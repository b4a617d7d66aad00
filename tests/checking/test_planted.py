"""Every check finds what was planted for it, is silent about what only looks alike, and does not cry wolf."""

from __future__ import annotations

from functools import cache

import pytest

from pipeline.checking import CHECKS
from tests.checking.cases import Case, marks_of
from tests.checking.planted import cases, clean_tables, wolf
from tests.checking.planted_profiles import sensitivity

MOST_DOUBTED = 0.005  # of clean samples


@cache
def cases_of() -> dict[str, list[Case]]:
    found: dict[str, list[Case]] = {name: [] for name in CHECKS}
    for case in cases():
        found[case.check].append(case)
    return found


@pytest.mark.parametrize("name", CHECKS)
def test_each_check_does_what_its_cases_say(name: str) -> None:
    mine = cases_of()[name]
    assert [case.label for case in mine if not case.passes()] == []
    assert any(case.must_speak for case in mine)


@pytest.mark.parametrize("name", CHECKS)
def test_marks_are_as_the_check_is_listed(name: str) -> None:
    for case in cases_of()[name][:40]:
        for mark in marks_of(name, case.table):
            assert mark.check == name
            assert mark.severity in CHECKS[name].severities
            assert len(mark.rows) > 0
            assert len(mark.values) == (1 if mark.together else len(mark.rows))
            assert isinstance(mark.limit, str) or len(mark.limit) == len(mark.rows)


@pytest.mark.parametrize("kind", ["samples", "levels"])
def test_hardly_any_clean_row_is_doubted(kind: str) -> None:
    tables = clean_tables()[kind]
    counts = [wolf(name, tables) for name in CHECKS]
    assert sum(doubted for doubted, _ in counts) < MOST_DOUBTED * counts[0][1]


def test_spikes_are_found_the_better_the_larger_they_are() -> None:
    shares = sensitivity(factors=(1.5, 10.0), count=12)
    assert all(large >= small for small, large in shares.values())
    assert min(large for _, large in shares.values()) >= 0.75
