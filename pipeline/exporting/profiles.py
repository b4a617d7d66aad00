"""Rows of a table as profiles: which rows are of one cast, and what every cast has one of."""

from __future__ import annotations

from dataclasses import dataclass
from typing import TYPE_CHECKING, Any

import numpy as np
import pyarrow as pa

from pipeline.tables import cast_groups, texts

if TYPE_CHECKING:
    from numpy.typing import NDArray

    IntArray = NDArray[np.int64]
    FloatArray = NDArray[np.float64]

# What a cast has one of, as far as it is the same in all its rows.
OF_A_CAST = ("section", "station", "cast", "date", "time", "latitude", "longitude", "bottom_depth")
SHARES = ("share", "share_uncertainty", "share_p16", "share_p50", "share_p84")
_KEYS = ("station", "cast", "sample", "line")


@dataclass(frozen=True, eq=False)
class Profiles:
    """A table whose rows lie cast by cast."""

    table: pa.Table  # n_obs rows
    sizes: IntArray  # (n_profile,)
    names: tuple[str, ...]  # of the profiles, each once
    constant: frozenset[str]  # columns of ``OF_A_CAST`` that are the same in all rows of each cast

    @property
    def firsts(self) -> IntArray:
        """The first row of every profile, (n_profile,)."""
        return np.concatenate([[0], np.cumsum(self.sizes)[:-1]]).astype(np.int64)


def as_profiles(table: pa.Table) -> Profiles:
    """Return the rows cast by cast, casts and the rows of each in the order of the table."""
    casts = cast_groups(table)
    order = np.argsort(casts, kind="stable")
    table = table.take(pa.array(order))
    sizes = np.bincount(casts)
    of_row = casts[order]
    profiles = Profiles(table, sizes, (), frozenset())
    firsts = profiles.firsts
    station, cast = (texts(table, name) for name in ("station", "cast"))
    names = tuple(f"{station[row] or ''}/{cast[row] or ''}" for row in firsts)
    constant = []
    for name in OF_A_CAST:
        if name in table.column_names:
            codes = _codes(table.column(name))
            if (codes == codes[firsts][of_row]).all():
                constant.append(name)
    return Profiles(table, sizes, names, frozenset(constant))


def _codes(column: pa.ChunkedArray) -> IntArray:
    """Return a number per row that is the same for equal values and for missing ones."""
    coded = column.combine_chunks().dictionary_encode(null_encoding="encode")
    coded = coded.combine_chunks() if isinstance(coded, pa.ChunkedArray) else coded
    return np.asarray(coded.indices.to_numpy(zero_copy_only=False), dtype=np.int64)


def share_arrays(samples: pa.Table, mixtures: pa.Table) -> tuple[tuple[str, ...], dict[str, FloatArray]]:
    """Return the sources of a cruise and its shares by source, (n_obs, n_source) each, NaN where there is none.

    Parameters
    ----------
    samples, mixtures
        Both tables of a cruise, n_obs rows of samples.

    """
    sources = tuple(dict.fromkeys(name or "" for name in texts(mixtures, "source")))
    place = {key: row for row, key in enumerate(_keys(samples))}
    rows = np.array([place[key] for key in _keys(mixtures)], dtype=np.int64)
    at = np.array([sources.index(name or "") for name in texts(mixtures, "source")], dtype=np.int64)
    arrays = {}
    for name in SHARES:
        values = np.full((samples.num_rows, len(sources)), np.nan)
        values[rows, at] = np.asarray(mixtures.column(name).to_numpy(), dtype=np.float64)
        arrays[name] = values
    return sources, arrays


def _keys(table: pa.Table) -> list[tuple[Any, ...]]:
    return list(zip(*(table.column(name).to_pylist() for name in _KEYS), strict=True))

================================

_WHAT YOU HAVE TO DO:_ Lines containing the word "typing": copy every one of them from the records above.

_SOLUTION FOR THIS EXERCISE:_
from typing import TYPE_CHECKING, Any
    from numpy.typing import NDArray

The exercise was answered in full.